В 5 часов вечера на следующий день, 9 июля, русская армия остановилась на берегу Прута близ Станилешти, где выстроила укреплённый лагерь, выставила рогатки, а затем начала выстраивать боевой порядок согласно линейной тактике. Турки некоторое время не решались атаковать. Медлительный, неуверенный в себе Балтаджи-Мехмет-паша не только позволил русским беспрепятственно выстроить укреплённый лагерь, но и возвести против позиций его армии вал в половину человеческого роста. Турки, однако, окружили русские позиции, заняв господствующие высоты. И их многократному численному превосходству ослабленной армии Петра противопоставить было, увы, нечего.
Пётр созвал военный совет. Одновременно военный совет созвал и визирь. Каждая из сторон хотела обсудить свои дальнейшие действия, взвесив все за и против. Однако, русским генералам долго совещаться не позволили: установив на господствующих высотах пушки, турки начали обстреливать русский лагерь. И хотя эффект от турецкого огня был невелик, Пётр приказал своим генералам занять место в строю. Прутская битва, начавшаяся стычкой Преображенского полка с татарами, возобновилась.
Первая атака янычар на русские боевые порядки носила спонтанный характер: Балтаджи-Мехмет-паша в это время ещё совещался со своим заместителем, а армия не успела целиком сосредоточиться на исходных позициях. Но янычарам не терпелось скрестить оружие с "неверными", и их командир Юсуф-ага с развёрнутым знаменем в руках повёл их в бой. Турки добежали до рогаток, но увидев, что русский лагерь укреплён, и взять его с ходу не получится, отхлынули назад, укрывшись за одним из холмов. 80 русских гренадер по приказу Шереметева двинулись в контратаку и отбросили янычар ещё на 30 шагов назад. Однако, когда они возвращались на свои позиции, турки кинулись в преследование.

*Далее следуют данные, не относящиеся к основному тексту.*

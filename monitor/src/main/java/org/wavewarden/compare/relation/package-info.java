/**
 * Relationship drift: whether two variables go together as strongly in the current wave as in the baseline. Pearson
 * and Spearman correlations from a joint tally of value pairs with Fisher-z intervals, and the comparison of two
 * independent waves' correlations (Fisher's z test and Zou's interval for the difference).
 */
package org.wavewarden.compare.relation;
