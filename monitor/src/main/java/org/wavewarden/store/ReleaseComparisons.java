package org.wavewarden.store;

import org.jdbi.v3.core.Handle;
import org.jdbi.v3.core.Jdbi;
import org.wavewarden.compare.release.ReleaseRevision;
import org.wavewarden.config.Identifiers;
import org.wavewarden.deliver.ReleaseReport;

import java.sql.ResultSet;
import java.sql.SQLException;
import java.time.Instant;
import java.time.OffsetDateTime;
import java.util.List;
import java.util.Optional;

/**
 * Release comparisons in the results schema, append-only: each comparison of two publications of a wave with its
 * counts, its {@code releases.json} (as jsonb) and its {@code releases.md} (as written), so that a reader of the
 * results schema alone (the console) can show and hand out what the comparison found.
 */
public final class ReleaseComparisons {

    private final Jdbi jdbi;
    private final String s;

    public ReleaseComparisons(Jdbi jdbi, String schema) {
        this.jdbi = jdbi;
        this.s = Identifiers.quote(schema);
    }

    /**
     * One stored comparison. {@code release} and {@code againstRelease} are the two publications as the report names
     * them; the counts are the report's own (cells over the compared columns among the matched respondents).
     *
     * @param variablesChanged compared columns with at least one changed cell
     * @param reportJson       the stored {@code releases.json} content (as PostgreSQL gives jsonb back: same
     *                         content, keys in jsonb's order)
     * @param markdown         {@code releases.md} exactly as written beside the JSON
     */
    public record Stored(long comparisonId, String dataset, String wave, String release, String againstRelease,
                         Instant comparedAt, String toolVersion, long rowsBefore, long rowsAfter, long matched,
                         long rowsAdded, long rowsRemoved, long cellsCompared, long cellsChanged,
                         int variablesChanged, String reportJson, String markdown) {
    }

    private static final String COLUMNS = "comparison_id, dataset, wave, release, against_release, compared_at, tool_version,"
            + " rows_before, rows_after, matched, rows_added, rows_removed, cells_compared, cells_changed,"
            + " variables_changed, report::text AS report_text, markdown";

    /** Stores a comparison with the JSON and Markdown written for it; returns its id. */
    public long save(ReleaseReport report, String json, String markdown, String toolVersion) {
        ReleaseRevision v = report.revision();
        long compared = v.variables().stream().mapToLong(ReleaseRevision.VariableChanges::comparedCells).sum();
        long changed = v.variables().stream().mapToLong(ReleaseRevision.VariableChanges::changedCells).sum();
        int variablesChanged = (int) v.variables().stream().filter(c -> c.changedCells() > 0).count();
        return jdbi.withHandle(h -> h.createUpdate("INSERT INTO " + s + ".release_comparison (dataset, wave, release,"
                        + " against_release, compared_at, tool_version, rows_before, rows_after, matched, rows_added,"
                        + " rows_removed, cells_compared, cells_changed, variables_changed, report, markdown) VALUES"
                        + " (:dataset, :wave, :release, :against, :at, :tool, :rowsBefore, :rowsAfter, :matched,"
                        + " :added, :removed, :compared, :changed, :variablesChanged, CAST(:report AS jsonb),"
                        + " :markdown)")
                .bind("dataset", report.dataset()).bind("wave", report.wave())
                .bind("release", report.after()).bind("against", report.before())
                .bind("at", OffsetDateTime.ofInstant(report.generatedAt(), java.time.ZoneOffset.UTC))
                .bind("tool", toolVersion)
                .bind("rowsBefore", v.rowsBefore()).bind("rowsAfter", v.rowsAfter()).bind("matched", v.matched())
                .bind("added", v.added()).bind("removed", v.removed())
                .bind("compared", compared).bind("changed", changed).bind("variablesChanged", variablesChanged)
                .bind("report", json).bind("markdown", markdown)
                .executeAndReturnGeneratedKeys("comparison_id").mapTo(Long.class).one());
    }

    /** The wave's latest comparison, if it was ever compared. */
    public Optional<Stored> latest(String dataset, String wave) {
        return jdbi.withHandle(h -> ofWave(h, dataset, wave, 1).stream().findFirst());
    }

    /** Every comparison of the wave, latest first. */
    public List<Stored> all(String dataset, String wave) {
        return jdbi.withHandle(h -> ofWave(h, dataset, wave, Integer.MAX_VALUE));
    }

    /** The wave's comparisons, latest first, at most {@code limit}: one statement (the console's wave read too). */
    List<Stored> ofWave(Handle h, String dataset, String wave, int limit) {
        return h.createQuery("SELECT " + COLUMNS + " FROM " + s + ".release_comparison WHERE dataset = :d AND wave = :w"
                        + " ORDER BY comparison_id DESC LIMIT :limit")
                .bind("d", dataset).bind("w", wave).bind("limit", limit)
                .map((rs, ctx) -> stored(rs))
                .list();
    }

    private static Stored stored(ResultSet rs) throws SQLException {
        return new Stored(rs.getLong("comparison_id"), rs.getString("dataset"), rs.getString("wave"),
                rs.getString("release"), rs.getString("against_release"),
                rs.getObject("compared_at", OffsetDateTime.class).toInstant(), rs.getString("tool_version"),
                rs.getLong("rows_before"), rs.getLong("rows_after"), rs.getLong("matched"), rs.getLong("rows_added"),
                rs.getLong("rows_removed"), rs.getLong("cells_compared"), rs.getLong("cells_changed"),
                rs.getInt("variables_changed"), rs.getString("report_text"), rs.getString("markdown"));
    }
}
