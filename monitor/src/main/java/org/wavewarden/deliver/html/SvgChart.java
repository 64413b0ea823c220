package org.wavewarden.deliver.html;

import org.wavewarden.profile.NumericDistribution;
import org.wavewarden.profile.Quantiles;

import java.util.ArrayList;
import java.util.List;
import java.util.Locale;
import java.util.TreeSet;

import static org.wavewarden.deliver.html.Html.esc;
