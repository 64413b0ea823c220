/**
 * The results schema: its Flyway migrations ({@code ResultsSchema}), a run's findings, alerts and wave summaries
 * written in one transaction ({@link org.wavewarden.store.ResultsStore}), and the outbox of what committed runs still
 * owe their sinks and folders ({@link org.wavewarden.store.OutboxStore}).
 */
package org.wavewarden.store;
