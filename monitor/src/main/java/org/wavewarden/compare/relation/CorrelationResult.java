package org.wavewarden.compare.relation;

import org.wavewarden.compare.Checks;

/**
 * A correlation with its Fisher-z confidence interval.
 *
 * @param method     Pearson or Spearman
 * @param estimate   r or rho, in [-1, 1]
 * @param n          the number of pairs
 * @param ciLow      lower confidence limit; -1 when n &lt;= 3, where the Fisher-z variance is undefined
 * @param ciHigh     upper confidence limit; 1 when n &lt;= 3
 * @param confidence the confidence level of the interval
 */
public record CorrelationResult(CorrelationMethod method, double estimate, long n, double ciLow, double ciHigh,
                                double confidence) {

    public CorrelationResult {
        if (method == null) {
            throw new IllegalArgumentException("method must not be null");
        }
        if (!(estimate >= -1 && estimate <= 1)) {
            throw new IllegalArgumentException("estimate must lie in [-1, 1], was " + estimate);
        }
        if (n < 2) {
            throw new IllegalArgumentException("n must be at least 2, was " + n);
        }
        if (!(ciLow <= ciHigh)) {
            throw new IllegalArgumentException("ciLow " + ciLow + " exceeds ciHigh " + ciHigh);
        }
        Checks.confidence(confidence);
    }

    /** The same correlation without sampling error (a complete enumeration): the interval is the estimate. */
    public CorrelationResult exact() {
        return new CorrelationResult(method, estimate, n, estimate, estimate, confidence);
    }
}
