package org.wavewarden.deliver.html;

/** Escaping for text and attribute values in HTML and inline SVG. */
public final class Html {

    private Html() {
    }

    /**
     * Escapes the five characters that can end a text node or a quoted attribute, so text from the data (a
     * category label, a variable name) can never become markup. Control characters other than tab and newline are
     * dropped because they are not allowed in HTML text.
     */
    public static String esc(String s) {
        if (s == null) {
            return "";
        }
        StringBuilder sb = new StringBuilder(s.length() + 16);
        for (int i = 0; i < s.length(); i++) {
            char ch = s.charAt(i);
            switch (ch) {
                case '&' -> sb.append("&amp;");
                case '<' -> sb.append("&lt;");
                case '>' -> sb.append("&gt;");
                case '"' -> sb.append("&quot;");
                case '\'' -> sb.append("&#39;");
                default -> {
                    if (ch >= 0x20 || ch == '\n' || ch == '\t') {
                        sb.append(ch);
                    }
                }
            }
        }
        return sb.toString();
    }
}
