package org.wavewarden.compare.rank;

import org.wavewarden.compare.EffectSize;
import org.wavewarden.compare.StandardNormal;
import org.wavewarden.profile.NumericDistribution;

/** What the rank methods share: the tie term and the Feng-Cliff interval. */
final class Tables {

    private Tables() {
    }

    /**
     * The asymmetric interval of Feng and Cliff (2004, Journal of Modern Applied Statistical Methods 3) for a
     * dominance statistic d on [-1, 1] with estimated variance {@code var}:
     * {@code (d - d^3 -/+ z s sqrt((1 - d^2)^2 + z^2 s^2)) / (1 - d^2 + z^2 s^2)}, clipped to [-1, 1]; the estimate
     * itself when |d| = 1.
     */
    static EffectSize fengCliff(String name, double d, double var, double confidence) {
        double oneMinus = 1 - d * d;
        if (oneMinus <= 0) {
            return new EffectSize(name, d, d, d, confidence);
        }
        double z = StandardNormal.twoSidedQuantile(confidence);
        double zs2 = z * z * var;
        double centre = d - d * d * d;
        double spread = z * Math.sqrt(var) * Math.sqrt(oneMinus * oneMinus + zs2);
        double denom = oneMinus + zs2;
        double low = Math.max(-1.0, (centre - spread) / denom);
        double high = Math.min(1.0, (centre + spread) / denom);
        return new EffectSize(name, d, low, high, confidence);
    }

    /** Sum of t^3 - t over the counts of one table: the within-sample tie term of the rank variance. */
    static double tieTerm(NumericDistribution d) {
        double s = 0;
        for (int i = 0; i < d.size(); i++) {
            double t = d.count(i);
            s += t * t * t - t;
        }
        return s;
    }
}
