package org.wavewarden.deliver.html;

import org.wavewarden.profile.NumericDistribution;
import org.wavewarden.profile.Quantiles;

import java.util.ArrayList;
import java.util.List;
import java.util.Locale;
import java.util.TreeSet;

import static org.wavewarden.deliver.html.Html.esc;
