package org.wavewarden.db;

import com.zaxxer.hikari.HikariConfig;
import com.zaxxer.hikari.HikariDataSource;
import org.jdbi.v3.core.Handle;
import org.junit.jupiter.api.Test;
import org.junit.jupiter.api.io.TempDir;
import org.junit.jupiter.params.ParameterizedTest;
import org.junit.jupiter.params.provider.ValueSource;
import org.wavewarden.config.ConfigException;
import org.wavewarden.config.ConfigLoader;
import org.wavewarden.config.ConnectionConfig;
import org.wavewarden.config.JdbcUrl;
import org.wavewarden.pipeline.Session;
import org.wavewarden.testing.CliRun;
import org.wavewarden.testing.SmallSurvey;
import org.wavewarden.testing.TestDatabase;

import java.nio.file.Files;
import java.nio.file.Path;
import java.sql.Connection;
import java.sql.DriverManager;
import java.sql.SQLException;
import java.util.Map;

import static org.junit.jupiter.api.Assertions.assertEquals;
import static org.junit.jupiter.api.Assertions.assertFalse;
import static org.junit.jupiter.api.Assertions.assertThrows;
import static org.junit.jupiter.api.Assertions.assertTrue;

/** Read-only by construction: what a connection URL may carry, how the source session is checked, how logins fail. */
class ConnectionSafetyTest {

    static final String SECRET = "Zq7-url-secret-that-must-not-leak";

    @TempDir
    Path dir;

    static String configWithSourceUrl(String url) {
        return SmallSurvey.config(url, null);
    }

    @ParameterizedTest
    @ValueSource(strings = {"options=-c%20default_transaction_read_only%3Doff", "readOnly=false",
            "readOnlyMode=ignore", "currentSchema=evil", "assumeMinServerVersion=9.0", "preferQueryMode=simple",
            "socketFactory=com.example.Evil", "sslfactory=com.example.Evil", "sslhostnameverifier=com.example.Evil",
            "authenticationPluginClassName=com.example.Evil", "service=other", "replication=database",
            "loggerFile=x.log", "ssl=true&options=-c%20search_path%3Devil"})
    void aUrlParameterThatCanChangeTheSessionIsRefusedNamingTheKeyAndTheAllowedOnes(String query) {
        ConfigException e = assertThrows(ConfigException.class,
                () -> ConfigLoader.parse(configWithSourceUrl("jdbc:postgresql://db:5432/surveys?" + query)));
        assertEquals("source.jdbcUrl", e.key());
        assertTrue(e.problem().contains("sslmode, sslrootcert"), e.problem());
    }

    @Test
    void theResultsUrlFollowsTheSameRules() {
        String yaml = configWithSourceUrl("jdbc:postgresql://db/surveys").replace("results:\n  schema: ww_results",
                "results:\n  jdbcUrl: \"jdbc:postgresql://db/results?options=-c%20x%3Dy\"\n  user: writer\n"
                        + "  schema: ww_results");
        ConfigException e = assertThrows(ConfigException.class, () -> ConfigLoader.parse(yaml));
        assertEquals("results.jdbcUrl", e.key());
    }

    @Test
    void harmlessUrlParametersAreAccepted() {
        String url = "jdbc:postgresql://db1:5432,db2:5433/surveys?sslmode=verify-full&sslrootcert=/etc/ca.pem"
                + "&connectTimeout=5&ApplicationName=monitor&targetServerType=primary&tcpKeepAlive=true";
        assertEquals(url, ConfigLoader.parse(configWithSourceUrl(url)).source().jdbcUrl());
    }

    @ParameterizedTest
    @ValueSource(strings = {"jdbc:postgresql://db/surveys?password=" + SECRET,
            "jdbc:postgresql://db/surveys?ssl=true&sslpassword=" + SECRET})
    void aPasswordInTheUrlIsRefusedSayingWhereSecretsComeFromAndIsNotEchoed(String url) {
        ConfigException e = assertThrows(ConfigException.class, () -> ConfigLoader.parse(configWithSourceUrl(url)));
        assertEquals("source.jdbcUrl", e.key());
        assertTrue(e.problem().contains("only from passwordEnv or passwordFile"), e.problem());
        assertFalse(e.getMessage().contains(SECRET), e.getMessage());
    }

    @ParameterizedTest
    @ValueSource(strings = {"postgresql://reader:" + SECRET + "@db/surveys",
            "jdbc:postgresql://reader:" + SECRET + "@db:5432/surveys", "jdbc:postgresql://reader@db/surveys"})
    void userInfoInTheUrlIsRefusedAndTheSecretIsNeverEchoed(String url) {
        ConfigException e = assertThrows(ConfigException.class, () -> ConfigLoader.parse(configWithSourceUrl(url)));
        assertEquals("source.jdbcUrl", e.key());
        assertFalse(e.getMessage().contains(SECRET), e.getMessage());
        assertFalse(e.getMessage().contains("reader"), e.getMessage());
    }

    @Test
    void aUserParameterInTheUrlIsRefusedInFavourOfTheUserKey() {
        ConfigException e = assertThrows(ConfigException.class,
                () -> ConfigLoader.parse(configWithSourceUrl("jdbc:postgresql://db/surveys?user=postgres")));
        assertTrue(e.problem().contains("user key"), e.problem());
    }

    @Test
    void aSourcePoolIsNotOpenedFromAUrlWhoseOptionsWouldMakeItWritable() throws Exception {
        String url = TestDatabase.freshDatabase("ro_options");
        ConnectionConfig hostile = new ConnectionConfig(url + "?options=-c%20default_transaction_read_only%3Doff",
                "postgres", null, null);
        ConfigException e = assertThrows(ConfigException.class, () -> {
            try (HikariDataSource ds = Databases.open(hostile, null, "source", true, Map.of(), 1);
                 Connection c = ds.getConnection(); var st = c.createStatement()) {
                st.execute("CREATE TABLE written_through_the_source (x int)");
            }
        });
        assertEquals("source.jdbcUrl", e.key());
        try (Connection c = TestDatabase.connect(url); var rs = c.createStatement()
                .executeQuery("SELECT to_regclass('written_through_the_source') IS NULL")) {
            rs.next();
            assertTrue(rs.getBoolean(1), "the table was created through the source pool");
        }
    }

    @Test
    void createTableThroughTheSourceSessionFailsAsAReadOnlyTransaction() throws Exception {
        String url = TestDatabase.freshDatabase("ro_session");
        SmallSurvey.createTable(url);
        try (Session s = Session.open(ConfigLoader.parse(configWithSourceUrl(url)), null, Map.of());
             Handle h = s.source().open()) {
            Exception e = assertThrows(Exception.class, () -> h.execute("CREATE TABLE src.written (x int)"));
            assertEquals("25006", sqlState(e), e.toString());
            assertEquals("on", h.createQuery("SHOW transaction_read_only").mapTo(String.class).one());
        }
    }

    @Test
    void aReadOnlyPoolWhoseServerSessionIsWritableIsRefused() {
        String url = TestDatabase.freshDatabase("ro_check");
        // The JDBC read-only flag alone does not reach an autocommit session at the server: this pool is writable.
        HikariConfig hc = new HikariConfig();
        hc.setJdbcUrl(url);
        hc.setUsername("postgres");
        hc.setReadOnly(true);
        hc.setMaximumPoolSize(1);
        hc.setInitializationFailTimeout(-1);
        hc.setConnectionTimeout(1000);
        try (HikariDataSource ds = new HikariDataSource(hc)) {
            ConfigException e = assertThrows(ConfigException.class, () -> Databases.firstContact(ds, "source"));
            assertEquals("source", e.key());
            assertTrue(e.problem().contains("not read-only"), e.problem());
        }
        hc.setConnectionInitSql(Databases.READ_ONLY_CHECK);
        hc.setPoolName("checked");
        try (HikariDataSource ds = new HikariDataSource(hc)) {
            SQLException e = assertThrows(SQLException.class, () -> ds.getConnection().close());
            assertTrue(chain(e).contains("not read-only"), chain(e));
        }
    }

    @Test
    void aWrongPasswordSaysAuthenticationFailedForTheUserWithExitCodeThree() throws Exception {
        String url = TestDatabase.freshDatabase("login");
        SmallSurvey.createTable(url);
        String role = "ww_login_" + ProcessHandle.current().pid();
        PasswordLogin login = PasswordLogin.require(url, role, "right-password");
        try {
            Path wrong = dir.resolve("wrong-password");
            Files.writeString(wrong, "not-the-password\n");
            Path cfg = dir.resolve("login.yaml");
            Files.writeString(cfg, configWithSourceUrl(url).replace("  user: postgres",
                    "  user: " + role + "\n  passwordFile: \"" + wrong + "\""));
            CliRun r = CliRun.of("check", "--config", cfg.toString(), "--wave", "w1", "--out",
                    dir.resolve("o").toString());
            assertEquals(3, r.exitCode(), r.err());
            assertTrue(r.err().contains("authentication failed for user " + role), r.err());
            assertFalse(r.err().contains("not-the-password"), r.err());
            assertFalse(r.err().contains("timed out"), r.err());
        } finally {
            login.close();
        }
    }

    @Test
    void redactionHidesUserInfoAndTheValuesOfParametersOffTheAllowList() {
        assertEquals("jdbc:postgresql://***@db/x?sslmode=require&password=***",
                JdbcUrl.redacted("jdbc:postgresql://me:" + SECRET + "@db/x?sslmode=require&password=" + SECRET));
    }

    static String sqlState(Throwable e) {
        for (Throwable t = e; t != null; t = t.getCause()) {
            if (t instanceof SQLException s && s.getSQLState() != null) {
                return s.getSQLState();
            }
        }
        return null;
    }

    static String chain(Throwable e) {
        StringBuilder sb = new StringBuilder();
        for (Throwable t = e; t != null; t = t.getCause()) {
            sb.append(t).append('\n');
        }
        return sb.toString();
    }

    /**
     * A role that must give its password. The test server trusts every loopback login, so rules for this one role
     * are put first in pg_hba.conf (the first matching line wins) and the configuration is reloaded; they are
     * removed again on close. Other roles keep logging in as before.
     */
    record PasswordLogin(String url, Path hbaFile, String original) implements AutoCloseable {

        static PasswordLogin require(String url, String role, String password) throws Exception {
            Path hba;
            String original;
            try (Connection c = TestDatabase.connect(url); var st = c.createStatement()) {
                st.execute("DROP ROLE IF EXISTS " + role);
                st.execute("CREATE ROLE " + role + " LOGIN PASSWORD '" + password + "'");
                var rs = st.executeQuery("SHOW hba_file");
                rs.next();
                hba = Path.of(rs.getString(1));
                original = Files.readString(hba);
                Files.writeString(hba, "host all " + role + " 127.0.0.1/32 scram-sha-256\n"
                        + "host all " + role + " ::1/128 scram-sha-256\n" + original);
                st.execute("SELECT pg_reload_conf()");
            }
            PasswordLogin login = new PasswordLogin(url, hba, original);
            try {
                // The postmaster rereads the file when it handles the reload signal; wait until it has.
                for (int tries = 0; ; tries++) {
                    try (Connection c = DriverManager.getConnection(url, role, "not-" + password)) {
                        if (tries > 500) {
                            throw new IllegalStateException("the server still trusts " + role);
                        }
                        Thread.sleep(20);
                    } catch (SQLException e) {
                        assertEquals("28P01", e.getSQLState(), e.toString());
                        break;
                    }
                }
                try (Connection c = DriverManager.getConnection(url, role, password)) {
                    assertTrue(c.isValid(1), "the right password logs in");
                }
            } catch (Exception | AssertionError e) {
                login.close();
                throw e;
            }
            return login;
        }

        @Override
        public void close() throws Exception {
            Files.writeString(hbaFile, original);
            try (Connection c = TestDatabase.connect(url); var st = c.createStatement()) {
                st.execute("SELECT pg_reload_conf()");
            }
        }
    }
}
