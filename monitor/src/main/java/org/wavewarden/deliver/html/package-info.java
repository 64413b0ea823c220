/**
 * The self-contained HTML digest: inline CSS and SVG, no script or fetch. Each alert's chart and trend are drawn
 * from the estimates its finding was judged on, every plotted number written on its SVG element as data attributes.
 */
package org.wavewarden.deliver.html;
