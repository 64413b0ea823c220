package org.wavewarden.compare.relation;

/**
 * What a relationship comparison reports beside its primary effect (the difference of Spearman correlations).
 *
 * @param x                  the first variable
 * @param y                  the second variable
 * @param spearmanBaseline   Spearman's rho in the baseline wave, with its interval
 * @param spearmanCurrent    Spearman's rho in the current wave
 * @param pearsonBaseline    Pearson's r in the baseline wave
 * @param pearsonCurrent     Pearson's r in the current wave
 * @param pearsonDifference  Fisher's z and Zou's interval for the difference of Pearson's r; null when a wave's r is
 *                           -1 or 1, where atanh is infinite
 * @param screenedBaseline   baseline pairs left out because x or y is missing (a missing code, a disguised missing
 *                           value, outside the declared range, not a number)
 * @param screenedCurrent    current pairs left out for the same reasons
 * @param relativeError      0 when both waves' pairs are exact; else the largest relative distance between a
 *                           summarised value and the value it stands for
 */
public record RelationshipDetail(String x, String y, CorrelationResult spearmanBaseline,
                                 CorrelationResult spearmanCurrent, CorrelationResult pearsonBaseline,
                                 CorrelationResult pearsonCurrent, CorrelationDifferenceResult pearsonDifference,
                                 long screenedBaseline, long screenedCurrent, double relativeError) {
}
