package org.wavewarden.console.browser;

import org.jdbi.v3.core.Jdbi;
import org.junit.jupiter.api.AfterAll;
import org.junit.jupiter.api.BeforeAll;
import org.junit.jupiter.api.MethodOrderer;
import org.junit.jupiter.api.Order;
import org.junit.jupiter.api.Test;
import org.junit.jupiter.api.TestInstance;
import org.junit.jupiter.api.TestMethodOrder;
import org.junit.jupiter.api.io.TempDir;
import org.junit.jupiter.params.ParameterizedTest;
import org.junit.jupiter.params.provider.ValueSource;
import org.openqa.selenium.By;
import org.openqa.selenium.Cookie;
import org.openqa.selenium.Dimension;
import org.openqa.selenium.JavascriptExecutor;
import org.openqa.selenium.Keys;
import org.openqa.selenium.OutputType;
import org.openqa.selenium.WebElement;
import org.openqa.selenium.chrome.ChromeDriver;
import org.openqa.selenium.chrome.ChromeDriverService;
import org.openqa.selenium.chrome.ChromeOptions;
import org.openqa.selenium.interactions.Actions;
import org.openqa.selenium.logging.LogEntry;
import org.openqa.selenium.logging.LogType;
import org.openqa.selenium.logging.LoggingPreferences;
import org.openqa.selenium.support.ui.ExpectedConditions;
import org.openqa.selenium.support.ui.Select;
import org.openqa.selenium.support.ui.WebDriverWait;
import org.wavewarden.config.ConsoleConfig;
import org.wavewarden.config.WardenConfig;
import org.wavewarden.console.ConsoleApp;
import org.wavewarden.console.auth.ConsoleAuth;
import org.wavewarden.console.auth.PasswordHashes;
import org.wavewarden.daemon.Router;
import org.wavewarden.daemon.StatusServer;
import org.wavewarden.demo.DemoRun;
import org.wavewarden.pipeline.Session;
import org.wavewarden.review.Role;

import javax.imageio.ImageIO;
import java.awt.image.BufferedImage;
import java.io.File;
import java.io.PrintWriter;
import java.io.StringWriter;
import java.net.URI;
import java.net.URLEncoder;
import java.net.http.HttpClient;
import java.net.http.HttpRequest;
import java.net.http.HttpResponse;
import java.nio.charset.StandardCharsets;
import java.nio.file.Files;
import java.nio.file.Path;
import java.time.Clock;
import java.time.Duration;
import java.util.ArrayList;
import java.util.List;
import java.util.Map;
import java.util.Optional;
import java.util.concurrent.CompletableFuture;
import java.util.concurrent.CountDownLatch;
import java.util.concurrent.TimeUnit;
import java.util.logging.Level;
import java.util.stream.Stream;

import static org.junit.jupiter.api.Assertions.assertEquals;
import static org.junit.jupiter.api.Assertions.assertFalse;
import static org.junit.jupiter.api.Assertions.assertNotNull;
import static org.junit.jupiter.api.Assertions.assertNull;
import static org.junit.jupiter.api.Assertions.assertTrue;
import static org.junit.jupiter.api.Assertions.fail;
import static org.junit.jupiter.api.Assumptions.assumeTrue;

Вообще, бой был ожесточённым. Сам Пётр, бесстрашие которого хорошо известно, отдал должное своим противникам: "Пехота турецкая, хотя и нестройная, однако ж зело жестоко билась". Отразить вторую атаку янычар русские смогли только массированным огнём артиллерии, причём били как ядрами, так и картечью. Несмотря на то, что турецкие офицеры рубили отступающих саблями, вторая атака янычар захлебнулась.
Турецкая пехота XVIII века
После этого в турецком лагере состоялся весьма симптоматичный диалог между заместителем главнокомандующего и польским графом Понятовским, сторонником прошведской партии и главой польского отряда в составе армии Балтаджи. "Мой друг, - сказал Понятовскому турецкий военачальник, - мы рискуем быть разбитыми". Это говорил человек, армия которого превосходила противника в шесть раз по численности. Запомним эту фразу: она нам ещё пригодится.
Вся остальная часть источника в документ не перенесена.